#### [Stored items]
Content starts

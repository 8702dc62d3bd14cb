//! `chromasift landcover` on GeoTIFFs written by GDAL 3.10 through rasterio 1.4
//! (`tests/reference/make_gdal_fixtures.py` → `fixtures/rasters/gdal/`): what is not there is
//! never classified (sparse blocks, masks, alpha, an exclusion raster), areas in Web Mercator
//! and geographic CRSs against pyproj's geodesic areas, scale/offset and band descriptions,
//! undefined indices.

mod common;

use common::{run, stderr};
use serde_json::Value;
use std::path::{Path, PathBuf};

fn gdal(name: &str) -> PathBuf {
    Path::new(env!("CARGO_MANIFEST_DIR"))
        .join("fixtures/rasters/gdal")
        .join(name)
}

fn expected(name: &str) -> Value {
    let all: Value =
        serde_json::from_slice(&std::fs::read(gdal("expected.json")).unwrap()).unwrap();
    all["files"]
        .as_array()
        .unwrap()
        .iter()
        .find(|f| f["file"] == name)
        .unwrap()
        .clone()
}

/// Runs `landcover` on a fixture with extra flags; returns the classes document and the
/// standard error.
fn landcover(name: &str, extra: &[&str]) -> (Value, String) {
    let dir = tempfile::tempdir().unwrap();
    let out = dir.path().join("out");
    let input = gdal(name);
    let mut args = vec!["landcover", input.to_str().unwrap(), "-k", "3", "-o"];
    args.push(out.to_str().unwrap());
    args.extend_from_slice(extra);
    let o = run(&args, &[]);
    assert!(o.status.success(), "{name}: {}", stderr(&o));
    let stem = name.trim_end_matches(".tif");
    let doc =
        serde_json::from_slice(&std::fs::read(out.join(format!("{stem}.classes.json"))).unwrap())
            .unwrap();
    (doc, stderr(&o))
}

#[test]
fn pixels_that_are_not_there_are_never_classified() {
    for (name, key) in [
        ("sparse_none_tiles.tif", "sparse_blocks"),
        ("sparse_lzw_tiles.tif", "sparse_blocks"),
        ("sparse_deflate_tiles.tif", "sparse_blocks"),
        ("sparse_zstd_tiles.tif", "sparse_blocks"),
        ("mask_internal.tif", "gdal_mask"),
        ("mask_external.tif", "gdal_mask"),
        ("alpha_4band.tif", "alpha_band"),
        ("alpha_rgba.tif", "alpha_band"),
    ] {
        let e = expected(name);
        let (doc, _) = landcover(name, &[]);
        let total = (e["width"].as_u64().unwrap() * e["height"].as_u64().unwrap()) as u64;
        assert_eq!(doc["valid_pixels"], e["valid"], "{name}");
        assert_eq!(
            doc["nodata_pixels"].as_u64().unwrap(),
            total - e["valid"].as_u64().unwrap()
        );
        assert!(
            !doc[key].is_null() && doc[key] != 0,
            "{name}: {key} recorded"
        );
        // Alpha is not a feature: the bands used are the data bands only.
        assert_eq!(
            doc["bands"].as_array().unwrap().len() as u64,
            e["bands"].as_u64().unwrap()
        );
    }
}

#[test]
fn exclusion_raster_leaves_its_pixels_out_or_is_refused() {
    let clouds = gdal("clouds_same_grid.tif");
    let (doc, _) = landcover("scale_offset.tif", &["--exclude", clouds.to_str().unwrap()]);
    assert_eq!(
        doc["valid_pixels"],
        expected("scale_offset.tif + clouds_same_grid.tif")["valid"]
    );
    assert!(doc["excluded_by"]
        .as_str()
        .unwrap()
        .ends_with("clouds_same_grid.tif"));
    let dir = tempfile::tempdir().unwrap();
    let other = gdal("clouds_other_grid.tif");
    let o = run(
        &[
            "landcover",
            gdal("scale_offset.tif").to_str().unwrap(),
            "-k",
            "3",
            "--exclude",
            other.to_str().unwrap(),
            "-o",
            dir.path().join("out").to_str().unwrap(),
        ],
        &[],
    );
    assert_eq!(o.status.code(), Some(2));
    let err = stderr(&o);
    assert_eq!(err.lines().count(), 1, "{err}");
    assert!(
        err.contains("clouds_other_grid.tif") && err.contains("not on the grid"),
        "{err}"
    );
    assert!(!dir.path().join("out").exists(), "nothing written");
}

#[test]
fn areas_in_web_mercator_and_geographic_scenes_match_pyproj() {
    for (name, method) in [
        ("webmercator_scene.tif", "ellipsoid-geodesic-per-row"),
        ("geographic_scene.tif", "ellipsoid-geodesic-per-row"),
    ] {
        let want = expected(name)["footprint_area_m2"].as_f64().unwrap();
        let (doc, _) = landcover(name, &[]);
        assert_eq!(doc["area_method"], method, "{name}");
        let total: f64 = doc["classes"]
            .as_array()
            .unwrap()
            .iter()
            .map(|c| c["area_m2"].as_f64().unwrap())
            .sum();
        assert!(
            ((total - want) / want).abs() < 1e-7,
            "{name}: {total} m² vs pyproj {want} m²"
        );
        let ha: f64 = doc["classes"]
            .as_array()
            .unwrap()
            .iter()
            .map(|c| c["hectares"].as_f64().unwrap())
            .sum();
        assert!((ha - want / 1e4).abs() < 1e-7 * ha);
    }
    // 10 m Web Mercator pixels at 47.8°N hold about 45 m² of ground, not 100 m².
    let (doc, _) = landcover("webmercator_scene.tif", &[]);
    assert_eq!(doc["pixel_area_m2"], Value::Null);
    let c = &doc["classes"][0];
    let per_pixel = c["area_m2"].as_f64().unwrap() / c["pixels"].as_f64().unwrap();
    assert!((44.5..46.0).contains(&per_pixel), "{per_pixel}");
}

#[test]
fn scale_offset_and_descriptions_reach_features_and_statistics() {
    let e = expected("scale_offset.tif");
    let (doc, _) = landcover("scale_offset.tif", &["--index", "ndvi:3,4"]);
    assert_eq!(
        doc["band_scale_offset"][0],
        serde_json::json!([0.0001, -0.1])
    );
    let classes = doc["classes"].as_array().unwrap();
    let valid = doc["valid_pixels"].as_f64().unwrap();
    assert_eq!(valid, e["valid"].as_f64().unwrap());
    for (k, name) in ["blue", "green", "red", "nir"].iter().enumerate() {
        // The pixel-weighted class means give the scene mean in physical units, which the
        // script computed from the stored values with rasterio's scale and offset.
        let mean: f64 = classes
            .iter()
            .map(|c| c["bands"][k]["mean"].as_f64().unwrap() * c["pixels"].as_f64().unwrap())
            .sum::<f64>()
            / valid;
        let want = e["sums"][k].as_f64().unwrap() / valid;
        assert!((mean - want).abs() < 1e-6, "band {k}: {mean} vs {want}");
        assert_eq!(classes[0]["bands"][k]["description"], *name);
    }
    let out = tempfile::tempdir().unwrap();
    let o = run(
        &[
            "landcover",
            gdal("scale_offset.tif").to_str().unwrap(),
            "-k",
            "2",
            "-o",
            out.path().to_str().unwrap(),
        ],
        &[],
    );
    assert!(o.status.success());
    let csv = std::fs::read_to_string(out.path().join("scale_offset.classes.csv")).unwrap();
    assert!(csv.lines().next().unwrap().contains("mean_4_nir"), "{csv}");
}

#[test]
fn undefined_index_is_a_missing_feature_not_nodata() {
    // Red and NIR are both 0 on 64 pixels: NDVI is undefined there, but the pixels hold data
    // and are classed (with the index at its stated neutral value) and counted.
    let e = expected("undefined_ndvi.tif");
    let (doc, _) = landcover("undefined_ndvi.tif", &["--index", "ndvi:3,4"]);
    assert_eq!(doc["valid_pixels"], e["valid"]);
    assert_eq!(doc["nodata_pixels"], 0);
    assert_eq!(doc["undefined_index_pixels"], e["undefined_ndvi_3_4"]);
    assert_eq!(doc["undefined_index_value"], 0.0);
}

Content ends

#### [What is being asked]
Spot the lines above that mention "rasterio" and copy them.

#### [Answer for the task]
//! `chromasift landcover` on GeoTIFFs written by GDAL 3.10 through rasterio 1.4
        // script computed from the stored values with rasterio's scale and offset.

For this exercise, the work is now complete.